The chart below shows data from the Bureau of Labor Statistics for the 20 most dangerous occupations, excluding some similar categories. Lumberjacks, fishermen and pilots run the greatest risks at work. In general, people who work with heavy machinery, from hedge trimmers to combines, are in more danger.
Members of different professions run different kinds of risks, though. Transportation accidents account for 40 percent of all deaths on the job. Other major causes are falls (13 percent), being struck by an object or equipment (11 percent) and, disturbingly, homicides (9 percent).
People whose work involves interacting with the public are more likely to be killed by another person while working, possibly for the simple reason that they're more likely to encounter criminals from day to day. Other research has shown that those who work odd hours, who work alone or who handle cash are especially likely to be attacked and killed on the job, even more so if their work takes them to neighborhoods where crime is high.
For these reasons, restaurant managers, taxi drivers and police are especially at risk, shown in the chart below, which includes several occupations noted for their high rates of homicide.
Cabbies are at by far the greatest risk in this category. From 1993 to 2002, an average of 23.7 taxi drivers were killed every year per 100,000 cabbies. Thankfully, that figure has since declined to 8, according to an analysis of data from the Bureau of Labor Statistics by The Washington Post. On the other hand, the grim tally for police might be even higher if they weren't so well trained and equipped.

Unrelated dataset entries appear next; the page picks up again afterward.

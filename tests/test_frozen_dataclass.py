"""``@frozen_dataclass`` gives exactly what ``@dataclasses.dataclass(frozen=True)`` gives.

Reference: the standard library's :func:`dataclasses.dataclass` (Python documentation,
"dataclasses -- Data Classes"), run on the same class bodies.  Two kinds of check:

- every dataclass of the package, defined once with the standard decorator and once with
  ``frozen_dataclass`` (its kept code compiled afresh, then read back from the file), in separate
  processes over the same module sources: the generated methods' code objects, closures, defaults,
  names and the fields, ``__match_args__``, docstrings and parameters are equal;
- behaviour on sample class bodies against the standard decorator: eq, hash, repr, fields,
  ``replace``, ``asdict``, pickling, ``__match_args__``, ``default_factory``, the frozen
  assignment and deletion errors (type and message), ``eq=False``.
"""

from __future__ import annotations

import dataclasses
import json
import os
import pickle
import subprocess
import sys
import threading
from pathlib import Path

import pytest

from enumerator.frozen import CodeStore, frozen_dataclass

ROOT = Path(__file__).resolve().parent.parent

# A child process: define every dataclass of the package with the decorator chosen by argv[1]
# ("plain": the standard library's; "kept": frozen_dataclass with the store file argv[2]) and
# print a description of each, with nothing in it that differs between processes by chance.
_DESCRIBE = r"""
import dataclasses, importlib, json, marshal, pkgutil, re, sys, types
from pathlib import Path
import enumerator.frozen as kept
mode = sys.argv[1]
if mode == "plain":
    kept._decorate = lambda cls, eq, store: dataclasses.dataclass(frozen=True, eq=eq)(cls)
else:
    kept.STORE.path = Path(sys.argv[2])
import enumerator

def text(v):
    if isinstance(v, type):
        return f"type {v.__module__}.{v.__qualname__}"
    return re.sub(r" at 0x[0-9a-f]+", "", repr(v))

def function(fn):
    out = {"name": fn.__name__, "qualname": fn.__qualname__, "module": fn.__module__,
           "defaults": text(fn.__defaults__), "kwdefaults": text(fn.__kwdefaults__),
           "annotations": text(fn.__annotations__), "doc": fn.__doc__,
           "code": marshal.dumps(fn.__code__).hex(), "firstlineno": fn.__code__.co_firstlineno,
           "cells": [text(c.cell_contents) if not isinstance(c.cell_contents, types.FunctionType)
                     else function(c.cell_contents) for c in fn.__closure__ or ()]}
    if hasattr(fn, "__wrapped__"):
        out["wrapped"] = function(fn.__wrapped__)
    return out

seen = {}
for info in pkgutil.walk_packages(enumerator.__path__, "enumerator."):
    if info.name in ("enumerator.__main__", "enumerator.frozen"):
        continue
    try:
        module = importlib.import_module(info.name)
    except ImportError:
        continue
    for name, cls in sorted(vars(module).items()):
        if not (isinstance(cls, type) and dataclasses.is_dataclass(cls) and cls.__module__ == info.name):
            continue
        d = {"params": text(cls.__dataclass_params__), "doc": cls.__doc__,
             "match_args": list(getattr(cls, "__match_args__", ())), "keys": list(vars(cls)),
             "hash": "none" if cls.__hash__ is None else
                     (function(cls.__hash__) if isinstance(cls.__hash__, types.FunctionType) else text(cls.__hash__)),
             "fields": [[f.name, text(f.type), text(f.default), text(f.default_factory), f.init, f.repr,
                         f.compare, text(f.hash), f.kw_only, text(f.metadata)] for f in dataclasses.fields(cls)]}
        for attr in ("__init__", "__repr__", "__eq__", "__setattr__", "__delattr__"):
            value = vars(cls).get(attr)
            d[attr] = function(value) if isinstance(value, types.FunctionType) else text(value)
        seen[f"{info.name}.{cls.__qualname__}"] = d
if mode == "kept":
    kept.STORE.save(force=True)
print(json.dumps(seen, sort_keys=True))
"""


def _describe(mode: str, store: Path) -> dict:
    out = subprocess.run(
        [sys.executable, "-c", _DESCRIBE, mode, str(store)],
        capture_output=True,
        text=True,
        check=True,
        cwd=ROOT,
        env={**os.environ, "PYTHONPATH": str(ROOT)},
    )
    return json.loads(out.stdout)


def test_every_package_dataclass_equals_the_standard_librarys(tmp_path):
    store = tmp_path / "kept.marshal"
    plain = _describe("plain", store)
    fresh = _describe("kept", store)  # compiled afresh, then written
    assert store.exists()
    read_back = _describe("kept", store)  # every method from the file
    assert len(plain) > 100
    assert fresh.keys() == plain.keys()
    for name in plain:
        assert fresh[name] == plain[name], name
        assert read_back[name] == plain[name], name


# --------------------------------------------------------------------------
# behaviour on the same class body, against the standard decorator

_BODY = '''
class Pair:
    """A sample record."""
    name: str
    values: tuple = ()
    notes: list = dataclasses.field(default_factory=list, compare=False)
    weight: float = dataclasses.field(default=1.0, repr=False)
    tag: str = dataclasses.field(default="x", kw_only=True)

    def total(self):
        return sum(self.values) * self.weight
'''


def _two(decorated, module: str, body: str = _BODY, name: str = "Pair"):
    """The class of ``body`` under the standard decorator and under ``decorated``, same module name."""
    out = []
    for deco in (dataclasses.dataclass(frozen=True, eq=decorated[1]), decorated[0]):
        ns = {"dataclasses": dataclasses, "__name__": module}
        exec(compile(body, "<class body>", "exec", dont_inherit=True), ns)  # no __future__ flags of this file
        cls = deco(ns[name])
        setattr(sys.modules[module], name, cls)  # so that pickle finds it
        out.append(cls)
    return out


@pytest.fixture
def pair_classes():
    std, ours = _two((frozen_dataclass, True), __name__)
    yield std, ours
    del sys.modules[__name__].Pair


def test_eq_hash_repr_fields_replace_asdict_match_args(pair_classes):
    std, ours = pair_classes
    a, b = std("a", (1, 2), tag="t"), ours("a", (1, 2), tag="t")
    assert repr(a) == repr(b) == "Pair(name='a', values=(1, 2), notes=[], tag='t')"
    assert hash(a) == hash(b) == hash(ours("a", (1, 2), [9], tag="t"))
    assert b == ours("a", (1, 2), [9], tag="t") and b != ours("a", (1,), tag="t")
    assert [(f.name, f.default, f.default_factory, f.repr, f.compare, f.kw_only) for f in dataclasses.fields(a)] == [
        (f.name, f.default, f.default_factory, f.repr, f.compare, f.kw_only) for f in dataclasses.fields(b)
    ]
    assert repr(dataclasses.replace(a, name="z")) == repr(dataclasses.replace(b, name="z"))
    assert dataclasses.asdict(a) == dataclasses.asdict(b)
    assert std.__match_args__ == ours.__match_args__ == ("name", "values", "notes", "weight")
    assert std.__doc__ == ours.__doc__ and b.total() == 3.0
    assert ours("q").notes is not ours("q").notes  # default_factory called per instance
    for attr in ("__init__", "__eq__", "__setattr__", "__delattr__", "__hash__"):
        assert getattr(std, attr).__code__ == getattr(ours, attr).__code__, attr
        assert getattr(std, attr).__qualname__ == getattr(ours, attr).__qualname__ == f"Pair.{attr}"
    assert std.__repr__.__wrapped__.__code__ == ours.__repr__.__wrapped__.__code__


def test_frozen_errors_are_the_standard_ones(pair_classes):
    std, ours = pair_classes
    messages = []
    for cls in (std, ours):
        obj = cls("a")
        with pytest.raises(dataclasses.FrozenInstanceError) as set_err:
            obj.name = "b"
        with pytest.raises(dataclasses.FrozenInstanceError) as del_err:
            del obj.name
        messages.append((str(set_err.value), str(del_err.value)))
    assert messages[0] == messages[1] == ("cannot assign to field 'name'", "cannot delete field 'name'")


def test_pickle_round_trip(pair_classes):
    _, ours = pair_classes
    obj = ours("a", (1, 2), [3], 2.0, tag="t")
    back = pickle.loads(pickle.dumps(obj))
    assert back == obj and back.notes == [3] and back.weight == 2.0 and back.tag == "t"


def test_eq_false_keeps_identity_equality_and_object_hash():
    body = '''
class Handle:
    """Compared by identity."""
    key: int
'''
    std, ours = _two((frozen_dataclass(eq=False), False), __name__, body, "Handle")
    try:
        for cls in (std, ours):
            x = cls(1)
            assert x != cls(1) and x == x and hash(x) == object.__hash__(x)
            assert "__eq__" not in vars(cls) and "__hash__" not in vars(cls)
        assert repr(std(1)) == repr(ours(1)) == "Handle(key=1)"
    finally:
        del sys.modules[__name__].Handle


def test_a_class_without_docstring_gets_the_standard_signature_doc():
    body = "class Bare:\n    x: int\n    y: str = 'a'\n"
    std, ours = _two((frozen_dataclass, True), __name__, body, "Bare")
    del sys.modules[__name__].Bare
    assert std.__doc__ == ours.__doc__ == "Bare(x: int, y: str = 'a')"


# --------------------------------------------------------------------------
# the kept-code file


def test_store_round_trip_and_bad_files_are_ignored(tmp_path):
    path = tmp_path / "k.marshal"
    source = "def __create_fn__():\n def f(self):\n  return 1\n return f"
    first = CodeStore(path)
    code = first.code(source)
    assert code == compile(source, "<string>", "exec", dont_inherit=True)
    assert first.save(force=True) and path.exists()
    assert CodeStore(path).code(source) == code
    for junk in (b"", b"\x00\x01\x02\x03garbage", path.read_bytes()[:40]):
        path.write_bytes(junk)
        assert CodeStore(path).code(source) == code


def test_store_does_not_write_without_new_code_or_when_bytecode_is_off(tmp_path, monkeypatch):
    path = tmp_path / "k.marshal"
    store = CodeStore(path)
    assert not store.save()
    store.code("x = 1")
    monkeypatch.setattr(sys, "dont_write_bytecode", True)
    assert not store.save() and not path.exists()
    monkeypatch.setattr(sys, "dont_write_bytecode", False)
    assert store.save() and path.exists()


def test_other_threads_and_future_flags_are_untouched(tmp_path):
    # a method with a return annotation: compiled without this module's ``from __future__ import annotations``
    body = '''
class Typed:
    """x"""
    x: int
'''
    std, ours = _two((frozen_dataclass(store=CodeStore(tmp_path / "t")), True), __name__, body, "Typed")
    del sys.modules[__name__].Typed
    assert ours.__init__.__annotations__ == std.__init__.__annotations__ == {"x": int, "return": None}
    made = []
    thread = threading.Thread(target=lambda: made.append(dataclasses.dataclass(frozen=True)(type("T", (), {}))))
    thread.start()
    thread.join()
    assert made and made[0]() == made[0]()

Joel Neuman, who studies aggression in the workplace at the State University of New York at New Paltz, suggested that people in occupations -- besides policing where you're trained to deal with dangerous behavior -- need to be prepared to try to defuse violent situations.
"There are a number of occupations where people find themselves in jeopardy because of the nature of their work," Neuman said. "At least the police are trained and hopefully prepared to deal with these potential conflicts or assaults, and there are a lot of professions were people don't receive that kind of training."